→ **Activity**
Find every line in the listing below that includes the word "JsonNode", then give only how many there are.
──────────
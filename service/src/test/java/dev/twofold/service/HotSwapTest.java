package dev.twofold.service;

import static org.junit.jupiter.api.Assertions.assertEquals;
import static org.junit.jupiter.api.Assertions.assertTrue;

import com.fasterxml.jackson.databind.JsonNode;
import dev.twofold.db.connect.Database;
import dev.twofold.db.connect.DatabaseSettings;
import dev.twofold.db.registry.ModelRegistry;
import dev.twofold.db.testing.TestDatabases;
import dev.twofold.service.http.AccessPolicy;
import dev.twofold.service.testing.ApiClient;
import dev.twofold.service.testing.TwoTastes;
import java.net.http.HttpResponse;
import java.time.Duration;
import java.util.ArrayList;
import java.util.List;
import java.util.SplittableRandom;
import java.util.concurrent.ExecutorService;
import java.util.concurrent.Executors;
import java.util.concurrent.Future;
import java.util.concurrent.TimeUnit;
import java.util.concurrent.atomic.AtomicLong;
import org.junit.jupiter.api.AfterAll;
import org.junit.jupiter.api.BeforeAll;
import org.junit.jupiter.api.Test;

/**
 * Promotions reach running services through PostgreSQL notifications: polling is set to once an
 * hour here, so every switch these tests see was announced, not polled.
 */
class HotSwapTest {

    /** The contract: a promotion from any process reaches every running service within 5 s. */
    private static final long SWITCH_WITHIN_MS = 5_000;
    private static final int CLIENTS = 4;
    private static final int ANSWERS_AFTER = 30;
    private static final long GIVE_UP_MS = 60_000;
    private static final Duration NO_POLLING = Duration.ofHours(1);

    private static Database db;

    @BeforeAll
    static void train() {
        db = TestDatabases.fresh();
        TwoTastes.write(db);
        TwoTastes.train(db, 5);
    }

    @AfterAll
    static void close() {
        db.close();
    }

    private static Service serviceOn(Database database) {
        return new Service(new ServiceSettings("127.0.0.1", 0, Duration.ofSeconds(5), NO_POLLING), AccessPolicy.OPEN,
                database);
    }

    /** What one client saw, in order. */
    private record Seen(List<Long> models, List<Long> nanos, int failures, String firstFailure) {
    }

    @Test
    void under_load_a_promotion_switches_the_model_once_within_five_seconds_and_no_request_fails() throws Exception {
        long before = new ModelRegistry(db).active().orElseThrow().id();
        long after = TwoTastes.copyActiveAsCandidate(db);
        try (Service service = serviceOn(db)) {
            int port = service.start();
            assertEquals(before, service.model().orElseThrow().id());
            AtomicLong promotedAt = new AtomicLong();
            ExecutorService clients = Executors.newFixedThreadPool(CLIENTS);
            List<Future<Seen>> seen = new ArrayList<>();
            for (int c = 0; c < CLIENTS; c++) {
                long seed = c;
                seen.add(clients.submit(() -> callUntilSwitched(new ApiClient(port), seed, after)));
            }
            long deadline = System.nanoTime() + TimeUnit.MILLISECONDS.toNanos(GIVE_UP_MS);
            while (service.inFlightRequests() == 0 && System.nanoTime() < deadline) {
                Thread.sleep(1);
            }
            Thread.sleep(200); // let the clients get answers from the old model first
            new ModelRegistry(db).promote(after); // as another process would: commit, then NOTIFY
            promotedAt.set(System.nanoTime());
            clients.shutdown();
            assertTrue(clients.awaitTermination(GIVE_UP_MS, TimeUnit.MILLISECONDS), "clients finished");

            long firstNew = Long.MAX_VALUE;
            for (Future<Seen> future : seen) {
                Seen s = future.get();
                assertEquals(0, s.failures(), "a request failed during the swap: " + s.firstFailure());
                int switches = 0;
                for (int j = 1; j < s.models().size(); j++) {
                    if (!s.models().get(j).equals(s.models().get(j - 1))) {
                        switches++;
                        assertEquals(before, s.models().get(j - 1));
                        assertEquals(after, s.models().get(j));
                        firstNew = Math.min(firstNew, s.nanos().get(j));
                    }
                }
                assertEquals(before, s.models().get(0), "started on the old model");
                assertEquals(1, switches, "exactly one switch, never back: " + s.models());
            }
            long switchMillis = TimeUnit.NANOSECONDS.toMillis(firstNew - promotedAt.get());
            assertTrue(switchMillis <= SWITCH_WITHIN_MS, "first answer from the new model " + switchMillis
                    + " ms after the promotion committed");
        }
    }

    @Test
    void two_services_on_one_database_follow_promotion_and_rollback_made_through_either_api() throws Exception {
        long first = new ModelRegistry(db).active().orElseThrow().id();
        long second = TwoTastes.copyActiveAsCandidate(db);
        DatabaseSettings same = DatabaseSettings.fromEnvironment(TestDatabases.environment(db));
        try (Database poolA = Database.open(same); Database poolB = Database.open(same);
                Service a = serviceOn(poolA); Service b = serviceOn(poolB)) {
            ApiClient apiA = new ApiClient(a.start());
            ApiClient apiB = new ApiClient(b.start());
            awaitServing(first, apiA, apiB);

            HttpResponse<String> promote = apiA.send("POST", "/v1/models/" + second + "/promote");
            assertEquals(200, promote.statusCode(), promote.body());
            assertEquals(second, ApiClient.json(promote).path("active").asLong());
            assertEquals(first, ApiClient.json(promote).path("previous").asLong());
            awaitServing(second, apiA, apiB);

            HttpResponse<String> rollback = apiB.send("POST", "/v1/models/rollback");
            assertEquals(200, rollback.statusCode(), rollback.body());
            assertEquals(first, ApiClient.json(rollback).path("active").asLong());
            awaitServing(first, apiA, apiB);
        }
    }

    @Test
    void a_rating_sent_to_one_service_is_folded_into_the_other_on_the_same_database() throws Exception {
        DatabaseSettings same = DatabaseSettings.fromEnvironment(TestDatabases.environment(db));
        try (Database poolA = Database.open(same); Database poolB = Database.open(same);
                Service a = serviceOn(poolA); Service b = serviceOn(poolB)) {
            ApiClient apiA = new ApiClient(a.start());
            ApiClient apiB = new ApiClient(b.start());
            String cook = TwoTastes.savouryCook(9);
            String path = "/v1/users/" + cook + "/recommendations?count=3";
            String top = ApiClient.json(apiB.get(path)).path("items").get(0).path("item").asText();

            HttpResponse<String> posted = apiA.postJson("/v1/ratings", "[{\"user\": \"" + cook + "\", \"item\": \""
                    + top + "\", \"rating\": 2}]");
            assertEquals(202, posted.statusCode(), posted.body());
            long deadline = System.nanoTime() + TimeUnit.MILLISECONDS.toNanos(SWITCH_WITHIN_MS);
            while (ApiClient.json(apiB.get(path)).path("items").get(0).path("item").asText().equals(top)) {
                assertTrue(System.nanoTime() < deadline, "the other service still recommends " + top);
                Thread.sleep(10);
            }
            assertTrue(b.live().fresh().get(cook) != null, "folded in from the announcement, not polled");
        }
    }

    @Test
    void a_batch_too_large_for_one_announcement_reaches_the_other_service_in_several() throws Exception {
        DatabaseSettings same = DatabaseSettings.fromEnvironment(TestDatabases.environment(db));
        try (Database poolA = Database.open(same); Database poolB = Database.open(same);
                Service a = serviceOn(poolA); Service b = serviceOn(poolB)) {
            ApiClient apiA = new ApiClient(a.start());
            b.start();
            StringBuilder body = new StringBuilder("[");
            int users = 600;
            String padding = "x".repeat(100); // 600 ids of ~110 bytes: several 8000-byte payloads
            for (int u = 0; u < users; u++) {
                body.append(u == 0 ? "" : ",").append("{\"user\": \"batch-cook-").append(u).append('-').append(padding)
                        .append("\", \"item\": \"").append(TwoTastes.cake(u % TwoTastes.RECIPES_PER_TASTE))
                        .append("\", \"rating\": 4}");
            }
            HttpResponse<String> posted = apiA.postJson("/v1/ratings", body.append(']').toString());
            assertEquals(202, posted.statusCode(), posted.body());
            assertEquals(users, ApiClient.json(posted).path("foldedUsers").asInt());
            long deadline = System.nanoTime() + TimeUnit.SECONDS.toNanos(30);
            int seen = 0;
            while (seen < users && System.nanoTime() < deadline) {
                seen = 0;
                for (int u = 0; u < users; u++) {
                    if (b.live().fresh().get("batch-cook-" + u + "-" + padding) != null) {
                        seen++;
                    }
                }
                Thread.sleep(20);
            }
            assertEquals(users, seen, "every written user was folded into the other service");
        }
    }

    /** Waits until every service answers ready with the model; fails after the contract's 5 s. */
    private static void awaitServing(long model, ApiClient... services) throws InterruptedException {
        long deadline = System.nanoTime() + TimeUnit.MILLISECONDS.toNanos(SWITCH_WITHIN_MS);
        for (ApiClient api : services) {
            while (true) {
                JsonNode ready = ApiClient.json(api.get("/health/ready"));
                if (ready.path("model").asLong() == model) {
                    break;
                }
                assertTrue(System.nanoTime() < deadline, "still serving " + ready + ", not model " + model);
                Thread.sleep(10);
            }
        }
    }

    private static Seen callUntilSwitched(ApiClient api, long seed, long newModel) {
        SplittableRandom random = new SplittableRandom(seed);
        List<Long> models = new ArrayList<>();
        List<Long> nanos = new ArrayList<>();
        int failures = 0;
        String firstFailure = null;
        int afterSwitch = 0;
        long deadline = System.nanoTime() + TimeUnit.MILLISECONDS.toNanos(GIVE_UP_MS);
        while (afterSwitch < ANSWERS_AFTER && System.nanoTime() < deadline) {
            String cook = random.nextBoolean() ? TwoTastes.sweetCook(random.nextInt(TwoTastes.COOKS_PER_TASTE))
                    : "stranger-" + random.nextInt(100);
            try {
                HttpResponse<String> response = api.get("/v1/users/" + cook + "/recommendations?count=5");
                long at = System.nanoTime();
                if (response.statusCode() != 200) {
                    failures++;
                    firstFailure = firstFailure == null ? response.statusCode() + " " + response.body() : firstFailure;
                    continue;
                }
                long model = ApiClient.json(response).path("model").asLong();
                models.add(model);
                nanos.add(at);
                if (model == newModel) {
                    afterSwitch++;
                }
            } catch (RuntimeException e) {
                failures++;
                firstFailure = firstFailure == null ? e.toString() : firstFailure;
            }
        }
        return new Seen(models, nanos, failures, firstFailure);
    }
}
──────────
→ **Result of the task**
2